Powell noted that the United States has provided security assurances to North Korea, and other countries participating in the six-party negotiations have made commitments to provide food and fuel assistance.
"[W]e believe we need to see some progress. We need to see some things actually happen that shows absolute seriousness on [North Korea's] part," the secretary said.
"We showed flexibility," he continued. "All five of the six members -- and you know which ones I mean -- showed flexibility." Powell called on North Korea to respond to proposals made by its negotiating partners in the last round of talks, which concluded in June.
Asked if the situation in North Korea could be resolved over the next year in an incremental process comparable to recent efforts in Libya, Powell demurred. "I am Secretary of State, but not a fortune teller," he said.
"I would like to see the issue resolved within a year," he added. "I just don't know if it will be possible."
Powell emphasized the need to conduct negotiations in a way that serves the interest of each member in the six-party talks.
"The North Koreans want to feel safe," he said, adding that the United States has "no hostile intention" toward North Korea. "But it has to begin with North Korea removing this danger to the region, this danger of nuclear weapons."
Powell acknowledged that North Korea would need outside assistance if it agrees to dismantle its nuclear program. "I think the IAEA would have a role to play and all of the other parties to the six-party talks would have a role to play," he said.

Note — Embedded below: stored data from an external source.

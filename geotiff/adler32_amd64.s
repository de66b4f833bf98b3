//go:build !purego

#include "textflag.h"

// The weights of the 32 bytes of a block, 32 down to 1, and sixteen 16-bit
// ones.
DATA adlerWeights<>+0(SB)/8, $0x191a1b1c1d1e1f20
DATA adlerWeights<>+8(SB)/8, $0x1112131415161718
DATA adlerWeights<>+16(SB)/8, $0x090a0b0c0d0e0f10
DATA adlerWeights<>+24(SB)/8, $0x0102030405060708
GLOBL adlerWeights<>(SB), RODATA|NOPTR, $32
DATA adlerOnes<>+0(SB)/8, $0x0001000100010001
DATA adlerOnes<>+8(SB)/8, $0x0001000100010001
DATA adlerOnes<>+16(SB)/8, $0x0001000100010001
DATA adlerOnes<>+24(SB)/8, $0x0001000100010001
GLOBL adlerOnes<>(SB), RODATA|NOPTR, $32

// func adlerBlocksAVX2(p []byte) (bytes, prefix, weighted uint64)
//
// adlerBlocksGo over len(p)/32 blocks (at most adlerMaxBlocks). Y0 holds
// the byte sums (VPSADBW: four 64-bit lanes), Y1 their sums before each
// block, Y2 the weighted sums (VPMADDUBSW then VPMADDWD: eight 32-bit
// lanes). With at most 2048 blocks a lane of Y0 stays below 2048 * 2040,
// of Y1 below 2048^2 * 2040 / 2 (< 2^32) and of Y2 below 2048 * 32130.
TEXT ·adlerBlocksAVX2(SB), NOSPLIT, $0-48
	MOVQ p_base+0(FP), SI
	MOVQ p_len+8(FP), CX
	SHRQ $5, CX
	VPXOR Y15, Y15, Y15
	VMOVDQU adlerWeights<>(SB), Y14
	VMOVDQU adlerOnes<>(SB), Y13
	VPXOR Y0, Y0, Y0
	VPXOR Y1, Y1, Y1
	VPXOR Y2, Y2, Y2

loop:
	TESTQ CX, CX
	JZ done
	VMOVDQU (SI), Y3
	VPADDQ Y0, Y1, Y1
	VPSADBW Y15, Y3, Y4
	VPADDQ Y4, Y0, Y0
	VPMADDUBSW Y14, Y3, Y4
	VPMADDWD Y13, Y4, Y4
	VPADDD Y4, Y2, Y2
	ADDQ $32, SI
	DECQ CX
	JMP loop

done:
	// The four 64-bit lanes of Y0 and Y1, the eight 32-bit lanes of Y2
	// (widened to 64 bits first).
	VEXTRACTI128 $1, Y0, X3
	VPADDQ X3, X0, X0
	VPSHUFD $0x4e, X0, X3
	VPADDQ X3, X0, X0
	VMOVQ X0, bytes+24(FP)
	VEXTRACTI128 $1, Y1, X3
	VPADDQ X3, X1, X1
	VPSHUFD $0x4e, X1, X3
	VPADDQ X3, X1, X1
	VMOVQ X1, prefix+32(FP)
	VPMOVZXDQ X2, Y3
	VEXTRACTI128 $1, Y2, X2
	VPMOVZXDQ X2, Y2
	VPADDQ Y3, Y2, Y2
	VEXTRACTI128 $1, Y2, X3
	VPADDQ X3, X2, X2
	VPSHUFD $0x4e, X2, X3
	VPADDQ X3, X2, X2
	VMOVQ X2, weighted+40(FP)
	VZEROUPPER
	RET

Any denuclearization agreement, however, would have to be "totally irreversible," Powell stressed, and "in the context of the entire program" -- including "an acknowledgement of not only the previous programs of plutonium but the enriched uranium programs as well."
Only in that context, would the United States be "willing to assist with the cost of removal, destruction and total elimination of the programs," Powell said.
The secretary responded to questions on several other topics, including potential permanent member status for Japan on the United Nations Security Council; the creation of an East Asian economic community; and the effectiveness of U.S. economic sanctions against the military regime of Burma.
Following is the State Department transcript of Powell's interview:
(begin transcript)
U.S. DEPARTMENT OF STATE
Office of the Spokesman
August 13, 2004
INTERVIEW
Secretary of State Colin L. Powell
Roundtable with Japanese Journalists
August 12, 2004
Washington, D.C.
(3:30 p.m. EDT)
SECRETARY POWELL: Well, it's a great pleasure to see you all. And in the interest of time, I will just make myself available to your questions, in whatever order you would like to ask them, if you have worked that out.
QUESTION: (Inaudible.)
(Laughter.)
QUESTION: Thank you very much. My question is on North Korea. Libya voluntarily give up -- decided to give up its WMD program. But it took nine months to relinquish it and an additional several month, several month to actually dismantle the program, and the North Koreans have not even acknowledged (inaudible). Do you think it's possible to (inaudible) North Korea (inaudible) one year from now?
SECRETARY POWELL: I don't know. I am Secretary of State, but not a fortune teller. (Laughter.) I would like to see the issue resolved within a year. I just don't know if it will be possible. I do know, though, that we have made progress over the last year and a half by getting all of the parties in the six-party talks to acknowledge that the mutual goal is the denuclearization of the Korean Peninsula, even North Koreans agree to that.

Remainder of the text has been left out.